1024 is because it is a power of 2. As binary numbers double in size each time you add a bit, the progression is 1, 2, 4, 8, 16, 32, 64, 128, 256, 512, 1024, 2014, 4096, 8192. That means you can select all the addresses up to 8192 using 12 bits, if you used decimal 1000 as size multiple, you would not be able to reach all the addresses without adding extra address lines which would be inefficient.
You mentioned using a "Dec 3/8" which I assume to be a 3 input to 8 output decoder (like a 74LS138). What you do is address all the 4 memories in parallel with A0-A12 but only select one of the 8K devices at a time. You select only one by using the decoder outputs, lets say Y0, Y1, Y2 and Y3 with those going to the CS (Chip Select) pin on each of the four 8K devices. That means that although your addresses go to all the memories at the same time, only the one activated with the 'Y' signal will respond. Now if you connect and additional TWO address lines to the input of the decoder, these effectively become A13 and A14. By using those two extra lines you select the first, second, third or fourth 8K block giving you 32K in total.

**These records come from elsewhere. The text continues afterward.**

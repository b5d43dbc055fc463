import { unit } from '@/lib/domain/units/unit'

/** Choices of a unit: "mm, millimetre". */
export const unitOptions = (ids: readonly string[]) =>
  ids.map((id) => ({ value: id, label: `${id}, ${unit(id).name}` }))

export const numberFormatOptions = [
  { value: 'point', label: 'Point: 0.254' },
  { value: 'comma', label: 'Comma: 0,254' },
]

Note I mentioned TWO additional address line to the decoder, you must keep the third input (most significant bit) at logic low level. If you make it high, the decoder outputs Y4, Y5, Y6 and Y7 will be active but they don't connect to any memory CS pin so nothing wil be selected. However, you could use it to select another 4 8K memories to give 64K in total.
Note: when we refer to memories as being 8kX8 it means 8k (8192) addresses, each address holding 8 bits. You don't decode the 8 bits, they are the storage size of the address. Each address holds 00000000 to 11111111 as individual bits.
Brian.